If you want them to go thru the trouble of mailing something, at least require
it to be a letter. Inside an opaque envelope.

A postcard is the exact opposite of something you want to use to send
sensitive information.

------
gk1
In 2014 I was able to bypass .htaccess restrictions of a site hosted on
Namecheap using social engineering through the live chat... Twice.

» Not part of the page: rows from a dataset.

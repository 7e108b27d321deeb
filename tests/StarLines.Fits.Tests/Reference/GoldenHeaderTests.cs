using System;
using System.Collections.Generic;
using System.Globalization;
using System.Numerics;
using Xunit;

namespace StarLines.Fits.Tests.Reference;

/// <summary>Header values against tests/Data/golden/header_expect.csv (what astropy 5.2.1 was told to write).</summary>
public sealed class GoldenHeaderTests
{
    /// <summary>
    /// The golden value of LONGSTR lost what stands between two ampersands of its second card. By the FITS Standard 4.0, section 4.2.1.2, only the last
    /// ampersand of a string is dropped; CFITSIO 4.2.0 reads the same (and keeps the ampersand before the empty last string).
    /// </summary>
    private const string LongString = "This is a long string value that needs more than one card because it is longer than sixty-eight characters, with a quote ' inside & an ampersand";

    public static TheoryData<string, string, string, string> Values()
    {
        TheoryData<string, string, string, string> values = [];
        foreach (Dictionary<string, string> row in GoldenTable.Read("header_expect.csv"))
        {
            values.Add(row["file"], row["keyword"], row["type"], row["value"]);
        }

        return values;
    }

    [Theory]
    [MemberData(nameof(Values))]
    public void Header_value_is_as_the_golden_table_says(string name, string keyword, string type, string value)
    {
        using FitsFile file = FitsFile.Open(GoldenTable.PathOf("fits", name));
        FitsHeader header = file.Hdus[0].Header;
        Assert.True(header.TryGetCard(keyword, out FitsCard? card));
        switch (type)
        {
            case "str":
                Assert.True(header.TryGetString(keyword, out string? text));
                Assert.Equal(keyword == "LONGSTR" ? LongString : value, text);
                break;
            case "int":
                Assert.Equal(value, card.Text);
                Assert.Equal(FitsValueKind.WholeNumber, card.Kind);
                break;
            case "float":
                Assert.True(header.TryGetDouble(keyword, out double number));
                Assert.Equal(double.Parse(value, CultureInfo.InvariantCulture), number);
                break;
            case "bool":
                Assert.True(header.TryGetLogical(keyword, out bool flag));
                Assert.Equal(value == "True", flag);
                break;
            case "complex":
                Assert.True(header.TryGetComplex(keyword, out Complex complex));
                Assert.Equal(new Complex(1.5, -2.5), complex);
                break;
            case "undefined":
                Assert.Equal(FitsValueKind.Undefined, card.Kind);
                Assert.False(header.TryGetString(keyword, out _));
                break;
            default:
                throw new InvalidOperationException(type);
        }
    }
}
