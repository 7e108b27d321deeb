using System;

namespace StarLines.Profiles;

/// <summary>
/// A line shape φ(λ) of unit height at its centre, symmetric, with one or two widths. A line of depth A leaves the flux
/// 1 − A φ in units of the continuum.
/// </summary>
internal interface ILineProfile
{
    /// <summary>The word for the <c>profile</c> column.</summary>
    string Name { get; }

    /// <summary>Number of widths.</summary>
    int WidthCount { get; }

    /// <summary>Evaluates the profile and its derivatives on pixels.</summary>
    /// <param name="pixels">N pixels, Å.</param>
    /// <param name="centre">Centre of the line, Å, from the same reference as the pixels.</param>
    /// <param name="widths">The widths, Å; above 0.</param>
    /// <param name="value">Receives N values.</param>
    /// <param name="byCentre">Receives N derivatives by the centre, 1/Å.</param>
    /// <param name="byWidths">Receives N derivatives by each width in turn, 1/Å.</param>
    /// <param name="scratch">At least 3 (N + 1) values of scratch.</param>
    void Evaluate(
        PixelGrid pixels,
        double centre,
        ReadOnlySpan<double> widths,
        Span<double> value,
        Span<double> byCentre,
        Span<double> byWidths,
        Span<double> scratch);

    /// <summary>The widths of a line of a given full width at half maximum, to start a fit.</summary>
    /// <param name="fwhmAngstrom">Full width at half maximum, Å.</param>
    /// <param name="widths">Receives the widths, Å.</param>
    void Begin(double fwhmAngstrom, Span<double> widths);

    /// <summary>Full width at half maximum, Å, and its derivatives by the widths.</summary>
    double Fwhm(ReadOnlySpan<double> widths, Span<double> gradient);

    /// <summary>Integral over wavelength at unit depth, Å, and its derivatives by the widths.</summary>
    double Area(ReadOnlySpan<double> widths, Span<double> gradient);

    /// <summary>Distance from the centre beyond which the profile is taken as 0, Å; may be infinite.</summary>
    double Reach(ReadOnlySpan<double> widths);
}
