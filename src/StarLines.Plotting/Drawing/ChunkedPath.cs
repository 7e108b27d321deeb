using System;
using SkiaSharp;

namespace StarLines.Plotting.Drawing;

/// <summary>
/// Draws a long line in pieces: the cost of a stroke grows faster than its length where it crosses itself often, as noise does.
/// </summary>
internal sealed class ChunkedPath(SKCanvas canvas, SKPaint paint) : IDisposable
{
    private const int Most = 40;

    private readonly SKPath _path = new();
    private SKPoint _last;
    private int _count;

    internal void MoveTo(float x, float y)
    {
        _path.MoveTo(x, y);
        _last = new SKPoint(x, y);
    }

    internal void LineTo(float x, float y)
    {
        _path.LineTo(x, y);
        _last = new SKPoint(x, y);
        if (++_count >= Most && paint.PathEffect is null)
        {
            canvas.DrawPath(_path, paint);
            _path.Reset();
            _path.MoveTo(_last);
            _count = 0;
        }
    }

    /// <summary>Draws what is left.</summary>
    public void Dispose()
    {
        canvas.DrawPath(_path, paint);
        _path.Dispose();
    }
}
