using System;
using System.Collections.Generic;
using SkiaSharp;

namespace StarLines.Plotting.Drawing;

/// <summary>
/// Names of lines in a band above the data: a tick where the line lies, a leader and the name, which reads upwards.
/// Where there are more lines than room the strongest are named and the others keep their tick.
/// </summary>
internal sealed class LineLabels : PanelItem
{
    /// <summary>Distance between the middles of neighbouring names, in text heights.</summary>
    private const float Spacing = 1.12f;

    /// <summary>How far a name may stand from its line, in text heights.</summary>
    private const float Farthest = 4.5f;

    private const float RelativeSize = 0.82f;
    private const float TickLength = 6f;
    private const float LeaderHeight = 9f;
    private const float Margin = 4f;

    internal LineLabels(IReadOnlyList<LineMark> marks)
        : base("")
    {
        LineMark[] sorted = [.. marks];
        Array.Sort(sorted, static (a, b) => a.WavelengthAngstrom.CompareTo(b.WavelengthAngstrom));
        Marks = sorted;
    }

    /// <summary>The lines in order of wavelength.</summary>
    internal IReadOnlyList<LineMark> Marks { get; }

    internal override bool UsesBand => true;

    internal override float BandHeight(DataRange x, SKRect frame, float textSize)
    {
        using SKFont font = FigureText.Font(textSize * RelativeSize);
        double[] places = Places(x, frame, font);
        float longest = 0f;
        for (int i = 0; i < places.Length; i++)
        {
            if (double.IsFinite(places[i]))
            {
                longest = Math.Max(longest, font.MeasureText(Marks[i].Label));
            }
        }

        return longest == 0f ? 0f : longest + TickLength + LeaderHeight + (2f * Margin) + FrameTicks.Major;
    }

    /// <summary>Where the middles of the names lie across the canvas; NaN for a line without.</summary>
    internal double[] Places(DataRange x, SKRect frame, SKFont font)
    {
        var wanted = new double[Marks.Count];
        var strengths = new double[Marks.Count];
        double scale = frame.Width / x.Length;
        for (int i = 0; i < wanted.Length; i++)
        {
            wanted[i] = frame.Left + ((Marks[i].WavelengthAngstrom - x.Minimum) * scale);
            strengths[i] = Marks[i].Strength;
        }

        double edge = 0.5 * Spacing * font.Size;
        return LabelPlacement.Place(
            wanted, strengths, Spacing * font.Size, frame.Left + edge, frame.Right - edge, Farthest * font.Size);
    }

    internal override void Draw(PanelCanvas panel)
    {
        using SKFont font = panel.Font(RelativeSize);
        double[] places = Places(panel.XRange, panel.Frame, font);
        float band = BandHeight(panel.XRange, panel.Frame, panel.TextSize);
        float tickBottom = panel.Frame.Top + Math.Max(band - Margin, TickLength + Margin);
        float tickTop = tickBottom - TickLength;
        using SKPaint absorption = new Pen(Ink.Axis, 0.8f).Paint(panel.Palette);
        using SKPaint emission = new Pen(Ink.Second, 1.1f).Paint(panel.Palette);
        for (int i = 0; i < places.Length; i++)
        {
            if (!panel.XRange.Contains(Marks[i].WavelengthAngstrom))
            {
                continue;
            }

            SKPaint paint = Marks[i].IsEmission ? emission : absorption;
            float x = panel.X(Marks[i].WavelengthAngstrom);
            panel.Canvas.DrawLine(x, tickBottom, x, tickTop, paint);
            if (double.IsFinite(places[i]))
            {
                var place = (float)places[i];
                panel.Canvas.DrawLine(x, tickTop, place, tickTop - LeaderHeight, paint);
                FigureText.DrawUpwards(
                    panel.Canvas, Marks[i].Label, place, tickTop - LeaderHeight - Margin, SKTextAlign.Left, font, paint.Color);
            }
        }
    }
}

All I had to do was tell the chat operator I was having some issue with
.htaccess and .htpasswd until they offered to delete it temporarily. In the
few minutes between them deleting it and reuploading it, you're free to do
whatever you want.

I reported this and was told it was resolved (I guess with new policies).

------
mikestew
I'd give money to a VPS, or what have you, that had a stated policy along the
lines of, "here is a recovery key, here is the 2FA setup, here's how you
recover your password with those items if you forget. If you call about
account recovery and you do not have $REQUIRED_ITEMS, our service reps have
been instructed to hang up on you. If you lose access to your account without
$REQUIRED_ITEMS, you have lost access to your account permanently because we
have set procedures from which we do not, under any circumstances, deviate.
With a name like Ft. Knox VPS, our customers value the security of their
accounts. As security is our priority, we have chosen to trade convenience and
possible loss of data for the elimination of a large threat surface. If you
regularly lose your car keys, don't use a password manager, or get angry when
companies won't just email you your password instead of making you reset it,
we're probably not the right choice for your VPS needs."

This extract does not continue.